Notice the “Download as PDF” button? If you click that, a pop-up form appears asking for your First name, last name, email address AND two questions:

  1. Are you an agency or marketing consultant?
  2. Do you manage a sales and/or marketing team?

These two questions help us tag our email subscribers so we know which content, products, and offers are best suited for them. We can build out specific funnels based on their responses and get first-party data that we can continue using in the future (take that iOS 14!).

Bottom-of-Funnel Content and Ads

Bottom-of-funnel content (BOFU) and ads have a direct call-to-action to join, buy, or sign-up. There isn’t any fluff. Think of this as a sales page—there’s only one action to take on that page and it involves contact information or a credit card.

For the search, “mailchimp vs. constant contact vs. sendinblue,” Constant Contact created a BOFU ad. How can you tell?

  • They’re giving you a special offer to sign up now
  • They’re promoting their 60-day full access, free trial
  • Their link extensions are promoting product features

BOFU content cuts straight to the chase.

Every great SEO strategy involves these 3 types of content. 

You’re Ready to Pick Your SEO Keywords

You don’t have to classify yourself as an expert before you choose your keywords.
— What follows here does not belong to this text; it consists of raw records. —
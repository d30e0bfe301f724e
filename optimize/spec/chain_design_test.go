package spec

import (
	"strings"
	"testing"
)

// chainDesign is a two-stage design with inline parts.
const chainDesign = `name: chain
stages:
  - family: difference
    positions:
      R1: {value: 10k, tolerance: 0.1%, tcr: 25ppm/K}
      R2: {value: 100k, tolerance: 0.1%, tcr: 25ppm/K}
      R3: {value: 10k, tolerance: 0.1%, tcr: 25ppm/K}
      R4: {value: 100k, tolerance: 0.1%, tcr: 25ppm/K}
    amplifier: {part: TEST-AMP}
  - family: noninverting
    positions:
      Rf: {part: TEST-R-10K}
      Rg: {part: TEST-R-10K}
    amplifier: {part: TEST-AMP}
`

func TestParseChainDesign(t *testing.T) {
	d, err := ParseDesign([]byte(chainDesign), "c.yaml")
	if err != nil {
		t.Fatal(err)
	}
	if !d.IsChain() || len(d.Stages) != 2 || d.Stages[0].Family != "difference" || d.Stages[1].Family != "noninverting" {
		t.Fatalf("stages %+v", d.Stages)
	}
	if got := d.Stages[0].Position("R2").Ohm(); got != 100e3 {
		t.Errorf("stage 1 R2 = %g, want 100k", got)
	}
	if got := d.Unresolved(); strings.Join(got, "; ") != "stage 1 amplifier: TEST-AMP; stage 2 Rf: TEST-R-10K; stage 2 Rg: TEST-R-10K; stage 2 amplifier: TEST-AMP" {
		t.Errorf("unresolved %q", got)
	}
}

// A stage's problem is reported at stages[i].FIELD with its line and
// column, as a one-stage design's is at FIELD.
func TestChainDesignFieldErrors(t *testing.T) {
	cases := []struct {
		name, edit, with string
		field, advice    string
		line, column     int
	}{
		{"bad tolerance of stage 1", "R2: {value: 100k, tolerance: 0.1%", "R2: {value: 100k, tolerance: -0.1%", "stages[0].positions.R2.tolerance", "must not be negative", 6, 25},
		{"bad family of stage 2", "family: noninverting", "family: non-inverting", "stages[1].family", `"non-inverting" is not a family`, 10, 5},
		{"unknown field of stage 2", "Rg: {part: TEST-R-10K}", "Rg: {part: TEST-R-10K, colour: red}", "stages[1].positions.Rg.colour", "is not a known field", 13, 0},
		{"family beside stages", "name: chain\n", "name: chain\nfamily: difference\n", "family", "given together with stages", 2, 1},
	}
	for _, c := range cases {
		t.Run(c.name, func(t *testing.T) {
			src := strings.Replace(chainDesign, c.edit, c.with, 1)
			if src == chainDesign {
				t.Fatal("edit not applied")
			}
			_, err := ParseDesign([]byte(src), "c.yaml")
			if c.field == "" {
				if err == nil {
					t.Fatal("no error")
				}
				return
			}
			checkOneFieldError(t, err, "c.yaml", c.field, c.advice)
			fe := fieldErrors(t, err)[0]
			if fe.Line != c.line || (c.column > 0 && fe.Column != c.column) {
				t.Errorf("%s at %d:%d, want %d:%d", fe.Field, fe.Line, fe.Column, c.line, c.column)
			}
		})
	}
	_, err := ParseDesign([]byte(chainDesign[:strings.Index(chainDesign, "  - family: noninverting")]), "c.yaml")
	checkOneFieldError(t, err, "c.yaml", "stages", "lists 1 stages; a chain's design takes 2")
}
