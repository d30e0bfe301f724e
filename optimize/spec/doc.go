// Package spec reads the two YAML files a user writes: a spec (what a
// signal-conditioning stage must do: family, gain or ranges, supplies,
// temperature, limits, analysis method, calibration, build) and a design
// (which part sits at each resistor position and which amplifier is used).
//
// Quantities are written as engineers write them, with their unit: "0.05%",
// "80dB", "5ppm/K", "-40..85C", "±10V" or "-10..10V", "10k". A bare number
// is accepted only where the unit cannot be in doubt (resistance in ohm,
// gain in V/V). The notations are those of catalog/units, read with its
// strict parsers (units.ParseStrict, units.ParseRangeStrict) wherever a
// unit is required. Parsed values are held in SI units; tempcos as
// fractions per kelvin.
//
// Every problem in a file is reported, each naming the file and the field
// path, what was wrong and how to write it; unknown fields are errors.
// Errors wrap ErrInvalid. The layouts are documented field by field in
// data/examples/README.md of the repository.
package spec
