package spec

import (
	"fmt"

	"plumb/catalog"
)

// SnapshotLookup returns a Lookup over an in-memory catalog: individual
// resistors, every value of every resistor series (by the series' value
// part numbers), networks and amplifiers.
func SnapshotLookup(snap *catalog.Snapshot) (Lookup, error) {
	type entry struct {
		kind catalog.Kind
		v    any
	}
	m := map[string]entry{}
	for i := range snap.Resistors {
		m[snap.Resistors[i].Part] = entry{catalog.KindResistor, &snap.Resistors[i]}
	}
	for _, rs := range snap.ResistorSeries {
		values, err := catalog.ExpandSeries(rs)
		if err != nil {
			return nil, fmt.Errorf("spec: series %s: %w", rs.Part, err)
		}
		for i := range values {
			m[values[i].Part] = entry{catalog.KindResistor, &values[i]}
		}
	}
	for i := range snap.Networks {
		m[snap.Networks[i].Part] = entry{catalog.KindNetwork, &snap.Networks[i]}
	}
	for i := range snap.Amplifiers {
		m[snap.Amplifiers[i].Part] = entry{catalog.KindAmplifier, &snap.Amplifiers[i]}
	}
	for i := range snap.References {
		m[snap.References[i].Part] = entry{catalog.KindReference, &snap.References[i]}
	}
	return func(part string) (catalog.Kind, any, error) {
		e, ok := m[part]
		if !ok {
			return "", nil, fmt.Errorf("%q: %w", part, catalog.ErrNotFound)
		}
		return e.kind, e.v, nil
	}, nil
}
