package spec

import (
	"errors"
	"math"
	"testing"

	"plumb/catalog/units"
)

// Forms read through catalog/units that the spec reader's own parser did
// not know, and the wrapping of units' sentinels.
func TestQuantityForms(t *testing.T) {
	cases := []struct {
		name string
		in   string
		u    unit
		want float64
	}{
		// 20·log10(1e6) = 120 dB (IEC 60027-3 field level, from memory).
		{"aol in dB", "120dB", uAol, 1e6},
		// 1 V/mV = 1000 V/V (common practice).
		{"aol in V/mV", "1000V/mV", uAol, 1e6},
		{"aol bare is V/V, as Marshal writes it", "250000", uAol, 2.5e5},
		{"drift per degree C", "2uV/°C", uVPerK, 2e-6},
		// One V/A is one ohm (SI, from memory).
		{"transimpedance in milliohm", "50mΩ", uTransR, 0.05},
		{"thermal resistance in °C/W", "250°C/W", uKPerW, 250},
		{"resistance code", "4k99", uOhm, 4990},
	}
	for _, c := range cases {
		t.Run(c.name, func(t *testing.T) {
			got, err := parseQuantity(c.in, c.u)
			if err != nil || math.Abs(got-c.want) > 1e-12*math.Abs(c.want) {
				t.Errorf("parseQuantity(%q) = %g, %v; want %g", c.in, got, err, c.want)
			}
		})
	}
	// The unit written once after the upper end applies to the lower end.
	lo, hi, err := parseRange("-500..500mV", uVolt)
	if err != nil || lo != -0.5 || hi != 0.5 {
		t.Errorf("range: %g %g %v", lo, hi, err)
	}
	_, err = parseQuantity("80", uDB)
	if !errors.Is(err, units.ErrNoUnit) || err.Error() != `"80" has no unit; write it like 80dB` {
		t.Errorf("bare dB: %v", err)
	}
}
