// The load-cell in-amp driven differentially: by symmetry the first stage's
// outputs move in antiphase about the grounded midpoint of Rg, so each input
// amplifier's loop has noise gain NGd = 1 + Rf/(Rg/2) = 201, not the
// 1 + Rf/Rg = 101 of its loop alone, and the unity difference stage has
// noise gain 2. The response is the cascade of the two single-pole loops
// (Franco ch. 6 and the in-amp chapter, from memory):
//
//	H = 201 / ((1 + 201/A)(1 + 2/A)),   1/A = 1/Aol + j f/GBW,
//
// whose -3 dB point solves (a1² + b1² f²)(a2² + b2² f²) = 2 a1² a2², a
// quadratic in f², near GBW/201 = 2985 Hz: 2985.11 Hz. ngspice's AC
// analysis of the same circuit measures 2985.106 Hz when its meas target
// is its own |H(0)|/√2 = 142.1133 V on a fine sweep (a target of 142.11 V,
// 2.4e-5 low, moves the crossing up by 0.14 Hz, to 2985.25 Hz).
func TestLoadCellInAmpBandwidth(t *testing.T) {
	n, gbw := loadCellInAmp()
	s := NewSolver(n)
	bw, err := s.Bandwidth(gbw)
	if err != nil {
		t.Fatal(err)
	}
	aol, g := 2e6, 600e3
	a1, b1 := 1+201/aol, 201/g
	a2, b2 := 1+2/aol, 2/g
	qa, qb, qc := b1*b1*b2*b2, a1*a1*b2*b2+a2*a2*b1*b1, -a1*a1*a2*a2
	want := math.Sqrt((-qb + math.Sqrt(qb*qb-4*qa*qc)) / (2 * qa))
	if e := relErr(bw, want, 0); e > 1e-9 {
		t.Errorf("bandwidth %.10g Hz, want %.10g (rel %.2g)", bw, want, e)
	}
	if math.Abs(bw-g/201) > 1 {
		t.Errorf("bandwidth %.6g Hz, want about GBW/201 = %.6g Hz", bw, g/201)
	}
	for _, f := range []float64{0, 100, 2985, 30e3, 1e6} {
		h, err := s.ACGain(f, gbw)
		if err != nil {
			t.Fatal(err)
		}
		inv := complex(1/aol, f/g)
		want := 201 / ((1 + 201*inv) * (1 + 2*inv))
		if e := cmplx.Abs(h-want) / cmplx.Abs(want); e > 1e-12 {
			t.Errorf("H(%g Hz) = %.12g, want %.12g (rel %.2g)", f, h, want, e)
		}
	}
}

// composite is a two-op-amp composite amplifier: A1, non-inverting input
// vin, drives A2, a non-inverting stage of gain g2 = 1 + Rf2/Rg2 (Rg2 open
// for g2 = 1), and the overall feedback Rf/Rg from A2's output to A1's
// inverting input sets the noise gain ng = 1 + Rf/Rg. Both op-amps are in
// one loop, so the response is second order and can peak.
func composite(ng, g2 float64) *Netlist {
	rf2, rg2 := (g2-1)*1e3, 1e3
	if g2 == 1 {
		rf2, rg2 = 1e3, math.Inf(1)
	}
	return &Netlist{
		Family:    "composite",
		Nodes:     []string{"0", "vin", "m", "o1", "m2", "out"},
		Sources:   []Source{{Name: "vin", Node: 1, V: 1}},
		Resistors: []Resistor{{"Rf", 5, 2, (ng - 1) * 1e3}, {"Rg", 2, 0, 1e3}, {"Rf2", 5, 4, rf2}, {"Rg2", 4, 0, rg2}},
		OpAmps: []OpAmp{{Name: "A1", Plus: 1, Minus: 2, Out: 3, Gain: math.Inf(1)},
			{Name: "A2", Plus: 3, Minus: 4, Out: 5, Gain: math.Inf(1)}},
		Out: 5,
	}
}
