func parseSignal(p *problems, r *rawSpec, s *Spec) {
	in := r.Input
	given := 0
	for _, v := range []string{in.Differential, in.SingleEnded, in.Current} {
		if v != "" {
			given++
		}
	}
	if given > 1 {
		p.add("input", "give one of differential, single_ended or current, not several")
	}
	// Checks of the input, gain and output against the family are skipped
	// when the family itself is wrong: they would only repeat that error.
	famOK := !p.failed("family", "families")
	current := familiesWith(s, currentInput)
	cs := len(current) > 0
	inField := ""
	switch {
	case in.Current != "":
		inField = "input.current"
		if famOK && (!cs || len(s.Families) > 1) {
			p.add(inField, "a current input needs family %s alone", familyNames(familiesWith(&Spec{Families: KnownFamilies}, currentInput)))
		}
		s.Input = rangeField(p, inField, in.Current, uAmp)
	case in.Differential != "":
		inField = "input.differential"
		s.Differential = true
		s.Input = rangeField(p, inField, in.Differential, uVolt)
	case in.SingleEnded != "":
		inField = "input.single_ended"
		s.Input = rangeField(p, inField, in.SingleEnded, uVolt)
	default:
		p.add("input", "missing; give differential, single_ended or current with its range, e.g. ±10V")
	}
	if cs && in.Current == "" && given == 1 {
		p.add("input", "family %s takes input.current (the shunt current), e.g. 0..5A", familyNames(current))
	}
	if famOK && (in.Differential != "" || in.SingleEnded != "") {
		for _, name := range s.Families {
			f := family.Lookup(name)
			if f == nil || f.Input == family.Current {
				continue
			}
			if diff := f.Input == family.Differential; diff != s.Differential {
				want := "single_ended"
				if diff {
					want = "differential"
				}
				p.add("input", "family %s takes input.%s", f.Name, want)
			}
		}
	}
	if in.CommonMode != "" {
		s.CommonMode = rangeField(p, "input.common_mode", in.CommonMode, uVolt)
	}
	if given == 1 && !p.failed(inField) && s.Input.Min == s.Input.Max {
		p.add(inField, "range is a single value; give the span the stage must handle, e.g. -10..10V")
	}

	shifts := familiesWith(s, outputRange)
	ls := len(shifts) > 0
	if ls && len(s.Families) > 1 {
		p.add("families", "%s derives its gain from the ranges; list it alone", familyNames(shifts))
	}
	if r.Output != "" {
		if famOK && !ls {
			p.add("output", "only a level-shift spec gives an output range; others give gain")
		}
		s.Output = rangeField(p, "output", r.Output, uVolt)
	}
	switch {
	case ls && r.Gain != "":
		p.add("gain", "a %s gain follows from input and output; remove gain or the output range", familyNames(shifts))
	case ls && r.Output == "":
		p.add("output", "missing; a %s spec maps the input range onto an output range, e.g. 0..2.5V", familyNames(shifts))
	case ls:
		if s.Input.Span() > 0 && !p.failed("output") {
			s.Gain = s.Output.Span() / s.Input.Span()
			s.Offset = s.Output.Min - s.Gain*s.Input.Min
		}
	case r.Gain == "":
		if famOK {
			p.add("gain", "missing; give the target gain, e.g. 10 or -2")
		}
	case !famOK:
		// Without a family the unit of the gain is open: V/V, or V/A for
		// current sense.
		g, err := parseQuantity(r.Gain, uGain)
		if err != nil {
			if g, err = parseQuantity(r.Gain, uTransR); err != nil {
				p.add("gain", "%v", err)
			}
		}
		s.Gain = g
	default:
		u := uGain
		if cs {
			u = uTransR
		}
		s.Gain = field(p, "gain", r.Gain, u)
		if s.Gain == 0 && !p.failed("gain") {
			p.add("gain", "is zero; a stage needs a non-zero gain")
		}
	}
	for _, name := range s.Families {
		if f := family.Lookup(name); f != nil && s.Gain != 0 {
			if msg := f.GainProblem(s.Gain); msg != "" {
				p.add("gain", "%g does not suit family %s: %s", s.Gain, f.Name, msg)
			}
		}
	}
}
You finished this article which means—you’re ready. You have the 3 steps to follow:

  1. Ideate Keywords
  2. Research the Best Keywords
  3. Check Bid Estimates (For Paid Advertising)

And you know what to do after you’ve chosen them (create TOFU, MOFU, and BOFU content and ads). The only thing left to do is put what you’ve learned into practice. Remember that every SEO marketer started where you were, unsure how to use the Google ads platform and scared they’ll run through their marketing budget without an ROI.

Just like we’re not telling you to put your entire life savings into Gamestop stock, putting your entire ad budget into your first SEO strategy is the wrong move. Take a percentage of that budget and start testing out ads, seeing their CTR, and how much each keyword or keyword phrase costs.

Build up from there. If you take this route, you’ll feel comfortable enough with your SEO strategy to add another story on top of it, and another in the future, and eventually you’ll have a solid building on your hands. That’s when you’ll look back at yourself reading this article and think—wow, that was just the beginning.